Collected data entries
BEGIN

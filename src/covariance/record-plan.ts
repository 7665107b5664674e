/**
 * Which steps of a covariance run keep their per-source entries. A 10-hour
 * mission at 0.1 s with 14 sources has 360,000 steps; keeping every source's
 * entries at every step costs about 1.5 KB a step through the budget series,
 * so long runs keep every N-th step, the steps that must be read exactly
 * (checkpoints, the last step) and nothing else. The total's entries, which
 * the requirement verdicts need, are kept at every step regardless (a few
 * bytes a step), so verdicts and times-to-exceed never come from a thinned
 * series.
 */
export interface RecordPlan {
  /** Steps in the run. */
  steps: number;
  /** Recorded steps, increasing; always holds the first and the last. */
  recordedSteps: Int32Array;
  /** Per step: its row among the recorded steps, or -1 when not recorded. */
  rowOfStep: Int32Array;
}

/**
 * Most source-step entries (sources + 1 times recorded steps) a run keeps
 * when no stride is asked for: about 80 MB of history and 110 MB of series,
 * so nothing a budget can describe runs out of memory by surprise.
 */
export const MAX_RECORDED_ENTRIES = 2_000_000;

/**
 * A plan keeping every `every`-th step from 0, the last step and `mustKeep`
 * (step indices, any order; out-of-range ones are ignored).
 * @param every stride >= 1 (fractions are floored).
 */
export function planRecording(steps: number, every: number, mustKeep: Iterable<number> = []): RecordPlan {
  const stride = Math.max(1, Math.floor(every));
  const rowOfStep = new Int32Array(steps).fill(-1);
  for (let k = 0; k < steps; k += stride) rowOfStep[k] = 0;
  if (steps > 0) rowOfStep[steps - 1] = 0;
  for (const k of mustKeep) if (k >= 0 && k < steps) rowOfStep[k] = 0;
  let rows = 0;
  for (let k = 0; k < steps; k++) if (rowOfStep[k] === 0) rowOfStep[k] = rows++;
  const recordedSteps = new Int32Array(rows);
  for (let k = 0; k < steps; k++) if (rowOfStep[k] >= 0) recordedSteps[rowOfStep[k]] = k;
  return { steps, recordedSteps, rowOfStep };
}

/** The plan that records every step (what a short mission uses). */
export function recordEveryStep(steps: number): RecordPlan {
  return planRecording(steps, 1);
}

/**
 * The stride a run uses when the caller asks for `every` (1 when not given):
 * the larger of that and the smallest stride keeping at most
 * {@link MAX_RECORDED_ENTRIES} source-step entries.
 */
export function recordingStride(steps: number, sources: number, every = 1): number {
  const bounded = Math.ceil(((sources + 1) * steps) / MAX_RECORDED_ENTRIES);
  return Math.max(1, Math.floor(every), bounded);
}

/** True when the plan keeps every step. */
export function recordsEveryStep(plan: RecordPlan): boolean {
  return plan.recordedSteps.length === plan.steps;
}
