import { InputError } from '../errors';

/** One quantity of a study as `simulate --json` writes it (display units: heading in deg). */
export interface SimulationJsonQuantity {
  id: string;
  unit: string;
  rms: number[];
  mean: number[];
  filterSigma: number[];
  budgetSigma: number[];
  bandLow: number[];
  bandHigh: number[];
}

/** One NEES group of a study as `simulate --json` writes it. */
export interface SimulationJsonNees {
  id: string;
  dof: number[];
  average: number[];
  low: number[];
  high: number[];
}

/** A flag as `simulate --json` writes it. */
export interface SimulationJsonFlag {
  subject: string;
  startS: number;
  endS: number;
  worstS: number;
  ratio: number;
  outage: string | null;
  sensor: string | null;
  text: string;
}

/** The output of `simulate --json` and `merge --json` (format "sigma-ledger-simulation", version 1). */
export interface SimulationJson {
  format: 'sigma-ledger-simulation';
  formatVersion: 1;
  budget: { file: string; sha256: string };
  seed: number;
  runs: number;
  verdict: string;
  flags: SimulationJsonFlag[];
  t_s: number[];
  quantities: SimulationJsonQuantity[];
  nees: SimulationJsonNees[];
  caution: string;
}

/**
 * Checks parsed JSON against the shape of {@link SimulationJson} (what a
 * report reads of it) and returns it typed.
 * @param source the file's name, for messages.
 * @throws InputError naming the file and the field; a part file of a sharded study is told to merge first.
 */
export function readSimulationJson(raw: unknown, source: string): SimulationJson {
  // eslint-disable-next-line @typescript-eslint/no-explicit-any -- JSON of unknown shape: every field is checked here.
  const r = raw as Record<string, any> | null;
  if (r?.format === 'sigma-ledger-simulation-part') {
    throw new InputError(source, 'is one part of a sharded study: combine the parts with "sigma-ledger merge PARTS... --json --output FILE" first');
  }
  if (r?.format !== 'sigma-ledger-simulation' || r.formatVersion !== 1) {
    throw new InputError(`${source}: format`, 'is not "sigma-ledger-simulation" version 1 (the output of simulate --json or merge --json)');
  }
  const fail = (field: string, what: string): never => { throw new InputError(`${source}: ${field}`, what); };
  const numbers = (v: unknown, field: string, length: number) => {
    if (!Array.isArray(v) || v.length !== length || v.some((x) => typeof x !== 'number')) fail(field, `must be ${length} numbers, one per time in t_s`);
  };
  if (!Number.isInteger(r.runs) || r.runs < 1) fail('runs', 'must be a whole number of runs');
  if (!Number.isInteger(r.seed)) fail('seed', 'must be a whole number');
  if (typeof r.budget?.sha256 !== 'string' || typeof r.budget?.file !== 'string') fail('budget', 'must name the budget file and its sha256');
  if (typeof r.verdict !== 'string') fail('verdict', 'must be text');
  if (!Array.isArray(r.t_s) || r.t_s.length === 0) fail('t_s', 'must be a list of times');
  const steps = r.t_s.length;
  numbers(r.t_s, 't_s', steps);
  if (!Array.isArray(r.quantities)) fail('quantities', 'must be a list');
  // eslint-disable-next-line @typescript-eslint/no-explicit-any -- JSON of unknown shape: every field is checked here.
  r.quantities.forEach((q: any, i: number) => {
    if (typeof q?.id !== 'string' || typeof q.unit !== 'string') fail(`quantities[${i}]`, 'must have an id and a unit');
    for (const k of ['rms', 'mean', 'filterSigma', 'budgetSigma', 'bandLow', 'bandHigh']) numbers(q[k], `quantities[${i}].${k}`, steps);
  });
  if (!Array.isArray(r.nees)) fail('nees', 'must be a list');
  // eslint-disable-next-line @typescript-eslint/no-explicit-any -- JSON of unknown shape: every field is checked here.
  r.nees.forEach((g: any, i: number) => {
    if (typeof g?.id !== 'string') fail(`nees[${i}]`, 'must have an id');
    for (const k of ['dof', 'average', 'low', 'high']) numbers(g[k], `nees[${i}].${k}`, steps);
  });
  // eslint-disable-next-line @typescript-eslint/no-explicit-any -- JSON of unknown shape: every field is checked here.
  if (!Array.isArray(r.flags) || r.flags.some((f: any) => typeof f?.text !== 'string' || typeof f.subject !== 'string')) {
    fail('flags', 'must be a list of flags with subject and text');
  }
  return r as SimulationJson;
}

END

Full transcription, please: every entry, exactly as written.

- [Task response]:
filename src/covariance/record-plan.ts
repository 7665107b5664674e
/**
 * Which steps of a covariance run keep their per-source entries. A 10-hour
 * mission at 0.1 s with 14 sources has 360,000 steps; keeping every source's
 * entries at every step costs about 1.5 KB a step through the budget series,
 * so long runs keep every N-th step, the steps that must be read exactly
 * (checkpoints, the last step) and nothing else. The total's entries, which
 * the requirement verdicts need, are kept at every step regardless (a few
 * bytes a step), so verdicts and times-to-exceed never come from a thinned
 * series.
 */
export interface RecordPlan {
  /** Steps in the run. */
  steps: number;
  /** Recorded steps, increasing; always holds the first and the last. */
  recordedSteps: Int32Array;
  /** Per step: its row among the recorded steps, or -1 when not recorded. */
  rowOfStep: Int32Array;
}

/**
 * Most source-step entries (sources + 1 times recorded steps) a run keeps
 * when no stride is asked for: about 80 MB of history and 110 MB of series,
 * so nothing a budget can describe runs out of memory by surprise.
 */
export const MAX_RECORDED_ENTRIES = 2_000_000;

/**
 * A plan keeping every `every`-th step from 0, the last step and `mustKeep`
 * (step indices, any order; out-of-range ones are ignored).
 * @param every stride >= 1 (fractions are floored).
 */
export function planRecording(steps: number, every: number, mustKeep: Iterable<number> = []): RecordPlan {
  const stride = Math.max(1, Math.floor(every));
  const rowOfStep = new Int32Array(steps).fill(-1);
  for (let k = 0; k < steps; k += stride) rowOfStep[k] = 0;
  if (steps > 0) rowOfStep[steps - 1] = 0;
  for (const k of mustKeep) if (k >= 0 && k < steps) rowOfStep[k] = 0;
  let rows = 0;
  for (let k = 0; k < steps; k++) if (rowOfStep[k] === 0) rowOfStep[k] = rows++;
  const recordedSteps = new Int32Array(rows);
  for (let k = 0; k < steps; k++) if (rowOfStep[k] >= 0) recordedSteps[rowOfStep[k]] = k;
  return { steps, recordedSteps, rowOfStep };
}

/** The plan that records every step (what a short mission uses). */
export function recordEveryStep(steps: number): RecordPlan {
  return planRecording(steps, 1);
}

/**
 * The stride a run uses when the caller asks for `every` (1 when not given):
 * the larger of that and the smallest stride keeping at most
 * {@link MAX_RECORDED_ENTRIES} source-step entries.
 */
export function recordingStride(steps: number, sources: number, every = 1): number {
  const bounded = Math.ceil(((sources + 1) * steps) / MAX_RECORDED_ENTRIES);
  return Math.max(1, Math.floor(every), bounded);
}

/** True when the plan keeps every step. */
export function recordsEveryStep(plan: RecordPlan): boolean {
  return plan.recordedSteps.length === plan.steps;
}
import { InputError } from '../errors';

/** One quantity of a study as `simulate --json` writes it (display units: heading in deg). */
export interface SimulationJsonQuantity {
  id: string;
  unit: string;
  rms: number[];
  mean: number[];
  filterSigma: number[];
  budgetSigma: number[];
  bandLow: number[];
  bandHigh: number[];
}

/** One NEES group of a study as `simulate --json` writes it. */
export interface SimulationJsonNees {
  id: string;
  dof: number[];
  average: number[];
  low: number[];
  high: number[];
}

/** A flag as `simulate --json` writes it. */
export interface SimulationJsonFlag {
  subject: string;
  startS: number;
  endS: number;
  worstS: number;
  ratio: number;
  outage: string | null;
  sensor: string | null;
  text: string;
}

/** The output of `simulate --json` and `merge --json` (format "sigma-ledger-simulation", version 1). */
export interface SimulationJson {
  format: 'sigma-ledger-simulation';
  formatVersion: 1;
  budget: { file: string; sha256: string };
  seed: number;
  runs: number;
  verdict: string;
  flags: SimulationJsonFlag[];
  t_s: number[];
  quantities: SimulationJsonQuantity[];
  nees: SimulationJsonNees[];
  caution: string;
}

/**
 * Checks parsed JSON against the shape of {@link SimulationJson} (what a
 * report reads of it) and returns it typed.
 * @param source the file's name, for messages.
 * @throws InputError naming the file and the field; a part file of a sharded study is told to merge first.
 */
export function readSimulationJson(raw: unknown, source: string): SimulationJson {
  // eslint-disable-next-line @typescript-eslint/no-explicit-any -- JSON of unknown shape: every field is checked here.
  const r = raw as Record<string, any> | null;
  if (r?.format === 'sigma-ledger-simulation-part') {
    throw new InputError(source, 'is one part of a sharded study: combine the parts with "sigma-ledger merge PARTS... --json --output FILE" first');
  }
  if (r?.format !== 'sigma-ledger-simulation' || r.formatVersion !== 1) {
    throw new InputError(`${source}: format`, 'is not "sigma-ledger-simulation" version 1 (the output of simulate --json or merge --json)');
  }
  const fail = (field: string, what: string): never => { throw new InputError(`${source}: ${field}`, what); };
  const numbers = (v: unknown, field: string, length: number) => {
    if (!Array.isArray(v) || v.length !== length || v.some((x) => typeof x !== 'number')) fail(field, `must be ${length} numbers, one per time in t_s`);
  };
  if (!Number.isInteger(r.runs) || r.runs < 1) fail('runs', 'must be a whole number of runs');
  if (!Number.isInteger(r.seed)) fail('seed', 'must be a whole number');
  if (typeof r.budget?.sha256 !== 'string' || typeof r.budget?.file !== 'string') fail('budget', 'must name the budget file and its sha256');
  if (typeof r.verdict !== 'string') fail('verdict', 'must be text');
  if (!Array.isArray(r.t_s) || r.t_s.length === 0) fail('t_s', 'must be a list of times');
  const steps = r.t_s.length;
  numbers(r.t_s, 't_s', steps);
  if (!Array.isArray(r.quantities)) fail('quantities', 'must be a list');
  // eslint-disable-next-line @typescript-eslint/no-explicit-any -- JSON of unknown shape: every field is checked here.
  r.quantities.forEach((q: any, i: number) => {
    if (typeof q?.id !== 'string' || typeof q.unit !== 'string') fail(`quantities[${i}]`, 'must have an id and a unit');
    for (const k of ['rms', 'mean', 'filterSigma', 'budgetSigma', 'bandLow', 'bandHigh']) numbers(q[k], `quantities[${i}].${k}`, steps);
  });
  if (!Array.isArray(r.nees)) fail('nees', 'must be a list');
  // eslint-disable-next-line @typescript-eslint/no-explicit-any -- JSON of unknown shape: every field is checked here.
  r.nees.forEach((g: any, i: number) => {
    if (typeof g?.id !== 'string') fail(`nees[${i}]`, 'must have an id');
    for (const k of ['dof', 'average', 'low', 'high']) numbers(g[k], `nees[${i}].${k}`, steps);
  });
  // eslint-disable-next-line @typescript-eslint/no-explicit-any -- JSON of unknown shape: every field is checked here.
  if (!Array.isArray(r.flags) || r.flags.some((f: any) => typeof f?.text !== 'string' || typeof f.subject !== 'string')) {
    fail('flags', 'must be a list of flags with subject and text');
  }
  return r as SimulationJson;
}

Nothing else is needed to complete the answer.